Computational modeling and analysis of flow-induced vibration of an elastic splitter plate using a sharp-interface immersed boundary method

Abstract

We present the development and benchmarking of an in-house fluid–structure interaction (FSI) solver. An implicit partitioned approach is utilized to couple a sharp-interface immersed boundary method-based flow solver and a finite-element method-based structural solver. In the present work, the coupling is accelerated using a dynamic under-relaxation scheme. The revised coupling is around two to three times faster and numerically stable, as compared to the one that uses a constant under-relaxation parameter.
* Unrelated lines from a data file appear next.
const STAGE_KEYS: &[&str] = &[
    "name",
    "topology",
    "polarity",
    "supply",
    "supply_neg",
    "ground",
    "load",
    "ic",
    "transistor",
    "rule",
    "limits",
];
const TRANSISTOR_KEYS: &[&str] = &[
    "beta",
    "vbe",
    "vce_sat",
    "max_power",
    "max_ic",
    "max_vce",
    "vbe_tempco",
    "beta_tempco",
    "measured_at",
    "tj_max",
];
const VBE_KEYS: &[&str] = &["volts", "at", "n"];
const RULE_KEYS: &[&str] = &[
    "vrc",
    "vce",
    "vre",
    "stiffness",
    "divider_max",
    "gain",
    "ic_spread",
];
const LIMITS_KEYS: &[&str] = &["derate", "ambient", "temperature"];

/// Defaults of the rule: the common 45 % / 45 % / 10 % split and a divider ten times stiffer than IB
/// (common practice, no source), at most twice its design current, and IC moving at most 25 % over the
/// beta range (biasfit's own choice, no source).
pub const DEFAULT_RULE: Rule = Rule {
    vrc: 0.45,
    vce: 0.45,
    vre: 0.10,
    stiffness: 10.0,
    divider_max: 2.0,
    gain: None,
    ic_spread: 0.25,
};

/// What every reading step needs: the file's name, its text, and where each of its lines starts.
struct Cx<'a> {
    file: &'a str,
    text: &'a str,
    /// Byte offset of each line's first byte (0 first), so that a key's line is a binary search rather
    /// than a count from the start of the file, which made a file of thousands of stages quadratic.
    line_starts: Vec<usize>,
}

impl<'a> Cx<'a> {
    fn new(file: &'a str, text: &'a str) -> Cx<'a> {
        let line_starts = std::iter::once(0)
            .chain(
                text.bytes()
                    .enumerate()
                    .filter(|&(_, b)| b == b'\n')
                    .map(|(i, _)| i + 1),
            )
            .collect();
        Cx {
            file,
            text,
            line_starts,
        }
    }

    /// The 1-based line holding a byte offset (the number of lines that start at or before it).
    fn line(&self, offset: usize) -> usize {
        self.line_starts
            .partition_point(|&s| s <= offset.min(self.text.len()))
    }

    fn unknown(
        &self,
        line: usize,
        table: &str,
        key: &str,
        valid: &'static [&'static str],
    ) -> DesignError {
        DesignError::UnknownKey {
            file: self.file.into(),
            line,
            table: table.into(),
            key: key.into(),
            suggestion: nearest(key, valid).map(str::to_string),
            valid,
        }
    }
}

/// The valid key nearest to `key` by edit distance, if it is close enough to be a likely slip.
fn nearest<'k>(key: &str, valid: &[&'k str]) -> Option<&'k str> {
    let key = key.to_ascii_lowercase();
    valid
        .iter()
        .map(|v| (edit_distance(&key, v), *v))
        .min()
        .filter(|(d, v)| *d <= 2.max(v.len() / 3) && *d < v.len().max(key.len()))
        .map(|(_, v)| v)
}

/// Levenshtein distance between two strings, by characters.
fn edit_distance(a: &str, b: &str) -> usize {
    let b: Vec<char> = b.chars().collect();
    let mut prev: Vec<usize> = (0..=b.len()).collect();
    for (i, ca) in a.chars().enumerate() {
        let mut cur = vec![i + 1];
        for (j, cb) in b.iter().enumerate() {
            let sub = prev[j] + usize::from(ca != *cb);
            cur.push(sub.min(prev[j + 1] + 1).min(cur[j] + 1));
        }
        prev = cur;
    }
    prev[b.len()]
}

/// One value with where it sits.
struct Val<'a> {
    item: &'a Item,
    line: usize,
    field: String,
    text: String,
}

impl Val<'_> {
    fn refuse(&self, cx: &Cx, expected: impl Into<String>) -> DesignError {
        DesignError::Field {
            file: cx.file.into(),
            line: self.line,
            field: self.field.clone(),
            text: self.text.clone(),
            expected: expected.into(),
        }
    }

    fn number(&self) -> Option<f64> {
        match self.item.as_value()? {
            Value::Integer(i) => Some(*i.value() as f64),
            Value::Float(f) => Some(*f.value()),
            _ => None,
        }
    }

    fn string(&self) -> Option<&str> {
        self.item.as_str()
    }
}

/// A table being read: every key read is ticked off, and what is left at the end is unknown.
struct Tab<'a> {
    name: String,
    path: String,
    line: usize,
    entries: Vec<(&'a str, usize, &'a Item)>,
    used: Vec<bool>,
    valid: &'static [&'static str],
}

impl<'a> Tab<'a> {
    /// A table whose keys are all valid; an unknown key is refused before anything is read, so a misspelt
    /// required key is reported as the slip it is rather than as missing.
    fn new(
        cx: &Cx,
        name: &str,
        path: &str,
        line: usize,
        entries: Vec<(&'a str, usize, &'a Item)>,
        valid: &'static [&'static str],
    ) -> Result<Tab<'a>, DesignError> {
        if let Some((key, at, _)) = entries.iter().find(|(k, _, _)| !valid.contains(k)) {
            return Err(cx.unknown(*at, name, key, valid));
        }
        let used = vec![false; entries.len()];
        Ok(Tab {
            name: name.into(),
            path: path.into(),
            line,
            entries,
            used,
            valid,
        })
    }

    fn of_table(
        cx: &Cx,
        name: &str,
        path: &str,
        line: usize,
        t: &'a toml_edit::Table,
        valid: &'static [&'static str],
    ) -> Result<Tab<'a>, DesignError> {
        let entries = t
            .iter()
            .filter_map(|(k, _)| t.get_key_value(k))
            .map(|(k, item)| {
                let at = k
                    .span()
                    .or_else(|| item.span())
                    .map_or(line, |s| cx.line(s.start));
                (k.get(), at, item)
            })
            .collect::<Vec<_>>();
        Tab::new(cx, name, path, line, entries, valid)
    }

    fn of_inline(
        cx: &Cx,
        name: &str,
        path: &str,
        line: usize,
        t: &'a toml_edit::InlineTable,
        valid: &'static [&'static str],
    ) -> Result<Tab<'a>, DesignError> {
        let entries = t
            .iter()
            .filter_map(|(k, _)| t.get_key_value(k))
            .map(|(k, item)| {
                let at = k
                    .span()
                    .or_else(|| item.span())
                    .map_or(line, |s| cx.line(s.start));
                (k.get(), at, item)
            })
            .collect::<Vec<_>>();
        Tab::new(cx, name, path, line, entries, valid)
    }

    fn get(&mut self, cx: &Cx, key: &str) -> Option<Val<'a>> {
        let i = self.entries.iter().position(|(k, _, _)| *k == key)?;
        self.used[i] = true;
        let (_, line, item) = self.entries[i];
        let text = item
            .span()
            .and_then(|s: Range<usize>| cx.text.get(s))
            // A value written over several lines (an array) is quoted on one, so a refusal stays one line.
            .map(|s| s.lines().map(str::trim).collect::<Vec<_>>().join(" "))
            .unwrap_or_else(|| match item {
                Item::Table(_) => format!("[{}.{key}]", self.path),
                _ => "(value)".into(),
            });
        Some(Val {
            item,
            line,
            field: format!("{}.{key}", self.path),
            text,
        })
    }

    fn require(
        &mut self,
        cx: &Cx,
        key: &'static str,
        expected: &str,
    ) -> Result<Val<'a>, DesignError> {
        self.get(cx, key).ok_or_else(|| DesignError::Missing {
            file: cx.file.into(),
            line: self.line,
            table: self.name.clone(),
            key,
            expected: expected.into(),
        })
    }

    /// A sub-table, given as `[a.b]`, as dotted keys or inline.
    fn table(
        &mut self,
        cx: &Cx,
        key: &str,
        valid: &'static [&'static str],
    ) -> Result<Option<Tab<'a>>, DesignError> {
        let Some(v) = self.get(cx, key) else {
            return Ok(None);
        };
        let name = format!("[{}.{key}]", self.path);
        let path = format!("{}.{key}", self.path);
        match v.item {
            Item::Table(t) => Tab::of_table(cx, &name, &path, v.line, t, valid).map(Some),
            Item::Value(Value::InlineTable(t)) => {
                Tab::of_inline(cx, &name, &path, v.line, t, valid).map(Some)
            }
            _ => Err(v.refuse(cx, format!("expected a table, written [{path}]"))),
        }
    }

    fn finish(self, cx: &Cx) -> Result<(), DesignError> {
        for ((key, line, _), used) in self.entries.iter().zip(&self.used) {
            if !used {
                return Err(cx.unknown(*line, &self.name, key, self.valid));
            }
        }
        Ok(())
    }

    fn number(
        &mut self,
        cx: &Cx,
        key: &str,
        default: f64,
        ok: impl Fn(f64) -> Result<(), String>,
    ) -> Result<f64, DesignError> {
        match self.get(cx, key) {
            None => Ok(default),
            Some(v) => {
                let x = v
                    .number()
                    .ok_or_else(|| v.refuse(cx, "expected a number"))?;
                ok(x).map_err(|e| v.refuse(cx, e))?;
                Ok(x)
            }
        }
    }
}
The solver is validated against two FSI benchmarks in which a thin, finite thickness, elastic splitter plate is attached to the lee side of a circular or square rigid cylinder, subjected to laminar flow. In these two-dimensional benchmarks, the flow induces a wave-like deformation in the plate, and it attains a periodic self-sustained oscillation. We employ the FSI solver to analyze the flow-induced vibration (FIV) of the plate in a uniform laminar free-stream flow for a wide range of mass ratio and bending stiffness at Reynolds number (Re) of 100, based on the diameter of the cylinder. At the given Re, two-dimensional numerical simulations show that the FIV of the plate effectively depends only on the mass ratio and bending stiffness. The largest displacement of the plate vibration is found to occur in the lock-in region, where the vortex shedding frequency of the coupled fluid–structure system is close to the natural frequency of the splitter plate. We briefly discuss wake structures and phase plots for different cases of mass ratio and bending stiffness.